When A is not requires_grad_(), and no matter whether C is ： (Directly-4 is to use torch.matmul() directly)
- Strategy1: time 6.49213 || curMem 96 || maxMem 2208
- Strategy2: time 7.27945 || curMem 96 || maxMem 160
- Strategy3: time 1.37562 || curMem 96 || maxMem 128
- Directly-4: time 1.37301 || curMem 96 || maxMem 2144
From the above, it can be seen that:
- torch.matmul() consumes much memory in its process compared with Strategy2 and Strategy3, though their curMem are the same. It is indeed weird, why torch.matmul() cost that much in the process? One of my hypothesis is that, when query C with index Q, Pytorch will create a copy tensor that lead to memory cause, and after calculation finished, the copy tensor is then released.
- The process of Strategy1 is almost the same as that of Strategy2. However, their maxMem is quite different. I have deeply investigated into it, and found it is caused by the input C[Q] in Strategy1. To be specific, when one use X[index_a][index_b], Pytorch may create a copy tensor leading to memory cost, and after finished, release it.
Both the above questions 1 and 2 share another two doubts: Why the tensor is copied as there seems no need of that? Why the copied tensor can be released automatically, as the C[Q] is grad_required?
When A is requires_grad_(), and no matter whether C is ： (Directly-4 is to use torch.matmul() directly)
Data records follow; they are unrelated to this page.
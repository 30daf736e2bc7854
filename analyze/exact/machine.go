package exact

import "context"

// machine runs a program modulo one prime after another.
type machine struct {
	prog   *program
	width  int
	slots  []uint64 // slot i is slots[i·width : (i+1)·width]
	hi, lo []uint64
	spare  []uint64
	g, c   []uint64 // residues of the sources, c negated
	factor []uint64 // of the rows of a symmetric system
	undo   uint64   // inverse of the product of the factors
}

func newMachine(prog *program, width int) *machine {
	buf := make([]uint64, (prog.slots+3)*width)
	k := prog.slots * width
	return &machine{
		prog: prog, width: width, slots: buf[:k],
		hi: buf[k : k+width], lo: buf[k+width : k+2*width], spare: buf[k+2*width:],
		g: make([]uint64, len(prog.sources)), c: make([]uint64, len(prog.sources)),
		factor: make([]uint64, prog.rowsAll),
	}
}

// load takes the residues of the sources modulo m and reports success; it
// fails where a symmetric system is not symmetric modulo m.
func (v *machine) load(m *modulus) bool {
	for i, e := range v.prog.sources {
		v.g[i], v.c[i] = 0, 0
		if e.g != nil {
			v.g[i] = m.fromBig(e.g)
		}
		if e.c != nil {
			v.c[i] = m.neg(m.fromBig(e.c))
		}
	}
	if v.prog.sym == nil {
		return true
	}
	return v.loadFactors(m)
}

// loadFactors multiplies the sources of a symmetric system by the factors of
// their rows.
func (v *machine) loadFactors(m *modulus) bool {
	if !v.prog.sym.rowFactors(m, v.factor) {
		return false
	}
	all := m.one
	for _, f := range v.factor {
		if f != m.one {
			all = m.mul(all, f)
		}
	}
	if v.undo = all; all != m.one {
		v.undo = m.inverse(all)
	}
	for i, row := range v.prog.rows {
		if row >= 0 && v.factor[row] != m.one {
			v.g[i], v.c[i] = m.mul(v.g[i], v.factor[row]), m.mul(v.c[i], v.factor[row])
		}
	}
	return true
}

func (v *machine) slot(i int32, n int) []uint64 {
	k := int(i) * v.width
	return v.slots[k : k+n : k+n]
}

// opsPerCheck is the number of operations, each on at most chunkPoints
// points, between looks at the context: well below a millisecond.
const opsPerCheck = 1 << 10

// run executes the program at up to width points and reports whether no
// pivot was zero.
func (v *machine) run(ctx context.Context, m *modulus, x []uint64) (bool, error) {
	n := len(x)
	copy(v.slot(v.prog.point, n), x)
	for k, o := range v.prog.ops {
		if k%opsPerCheck == 0 {
			if err := ctx.Err(); err != nil {
				return false, err
			}
		}
		dst := v.slot(o.dst, n)
		switch o.kind {
		case opDot:
			v.dot(m, dst, o)
		case opInverse:
			if !m.inverseInto(dst, v.slot(o.a, n)) {
				return false, nil
			}
		case opMul:
			if o.b < 0 {
				copy(dst, v.slot(o.a, n))
			} else {
				mulInto(dst, v.slot(o.a, n), v.slot(o.b, n), m.p, m.inv)
			}
		case opNeg:
			negInto(dst, v.slot(o.a, n), m.p)
		case opAdd:
			addInto(dst, v.slot(o.a, n), m.p)
		}
	}
	return true, nil
}

// dot executes one opDot.
func (v *machine) dot(m *modulus, dst []uint64, o op) {
	n := len(dst)
	p, inv := m.p, m.inv
	var g, c uint64
	if o.source >= 0 {
		g, c = v.g[o.source], v.c[o.source]
	}
	pairs := v.prog.pairs[o.a:o.b]
	if c != 0 {
		v.dotReactive(m, dst, pairs, g, c)
		return
	}
	at := func(k int) ([]uint64, []uint64) { return v.slot(pairs[k].l, n), v.slot(pairs[k].u, n) }
	switch len(pairs) {
	case 0:
		dotConstant(dst, g)
	case 1:
		a0, b0 := at(0)
		dot1(dst, a0, b0, g, p, inv)
	case 2:
		a0, b0 := at(0)
		a1, b1 := at(1)
		dot2(dst, a0, b0, a1, b1, g, p, inv)
	case 3:
		a0, b0 := at(0)
		a1, b1 := at(1)
		a2, b2 := at(2)
		dot3(dst, a0, b0, a1, b1, a2, b2, g, p, inv)
	case 4:
		a0, b0 := at(0)
		a1, b1 := at(1)
		a2, b2 := at(2)
		a3, b3 := at(3)
		dot4(dst, a0, b0, a1, b1, a2, b2, a3, b3, g, p, inv)
	default:
		clear(v.hi[:n])
		clear(v.lo[:n])
		v.accumulate(n, pairs, p)
		finish(dst, v.hi, v.lo, g, p, inv)
	}
}

// dotReactive is dot for a source with s: the term c·s is one more product.
func (v *machine) dotReactive(m *modulus, dst []uint64, pairs []product, g, c uint64) {
	n := len(dst)
	p, inv := m.p, m.inv
	s, k := v.slot(v.prog.point, n), v.spare[:n]
	dotConstant(k, c)
	at := func(k int) ([]uint64, []uint64) { return v.slot(pairs[k].l, n), v.slot(pairs[k].u, n) }
	switch len(pairs) {
	case 0:
		dot1(dst, k, s, g, p, inv)
	case 1:
		a0, b0 := at(0)
		dot2(dst, k, s, a0, b0, g, p, inv)
	case 2:
		a0, b0 := at(0)
		a1, b1 := at(1)
		dot3(dst, k, s, a0, b0, a1, b1, g, p, inv)
	case 3:
		a0, b0 := at(0)
		a1, b1 := at(1)
		a2, b2 := at(2)
		dot4(dst, k, s, a0, b0, a1, b1, a2, b2, g, p, inv)
	default:
		clear(v.hi[:n])
		clear(v.lo[:n])
		accumulate1(v.hi[:n], v.lo, k, s, p)
		v.accumulate(n, pairs, p)
		finish(dst, v.hi, v.lo, g, p, inv)
	}
}

// accumulate adds the products to the sums hi:lo.
func (v *machine) accumulate(n int, pairs []product, p uint64) {
	hi, lo := v.hi[:n], v.lo[:n]
	for ; len(pairs) >= 4; pairs = pairs[4:] {
		accumulate4(hi, lo,
			v.slot(pairs[0].l, n), v.slot(pairs[0].u, n), v.slot(pairs[1].l, n), v.slot(pairs[1].u, n),
			v.slot(pairs[2].l, n), v.slot(pairs[2].u, n), v.slot(pairs[3].l, n), v.slot(pairs[3].u, n), p)
	}
	for _, q := range pairs {
		accumulate1(hi, lo, v.slot(q.l, n), v.slot(q.u, n), p)
	}
}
- Strategy1: time 7.05876 || curMem 2144 || maxMem 2208
- Strategy2: time 7.99773 || curMem 96 || maxMem 160
- Strategy3: time 1.44025 || curMem 2144 || maxMem 2176
- Directly-4: time 1.38115 || curMem 2144 || maxMem 2144
It can be seen that there are even more weird phenomena when A is set to requires_grad_():
- The curMem of both Strategy1 and Directly-4 increase, and close to maxMem, this supports the hypothesis in the last part that Pytorch will conduct a tensor copy operation. However, in this part, the copied tensor is not released, but kept. I guess it may because the both input tensors are grad_required that caused it. But again why in the last part, the copied tensor is not released?
- Strategy2 seems to be proved a more optimal solution, as it can both keep curMem and maxMem under a low value, though it is quite slow.
- Another weird phenomenon is that Strategy3’s curMem also increased, which is hard to be explained by the above hypothesis. I have also deeply investigated into it, and found that it is caused by this:
c[index[i * batch:i * batch + batch], :, :]
, when it is converted toc[index[i * batch], :, :]
, then the curMem returns to 96 as Strategy2. This actually means that, when A is set requires_grad_(), if want to avoid creating a copied tensor, one should ensure that the second input in torch.matmul() is a 2D tensor, not a batched tensor (3D) ! And this, actually lead to the difficulty to find a solution that can both keep high speed and low memory cost (both curMem and maxMem) when both A and C are requires_grad_.
From the above, there seems existing a lot of weird phenomena related to torch.matmul() for this specific task, if I was not wrong. And it seems that Strategy2 and Strategy3 be more optimal solutions than directly use torch.matmul(), from the conducted experiments.
I hope that more discussions can be under this post, and more people can try the above codes. And I look forward to a solution that can both achieve high speed and low memory cost.
As I am not familiar with the Pytorch underlying source code and how the CUDA operates, if I’ve misunderstood anything, I’m also very grateful to everyone for pointing out the mistakes.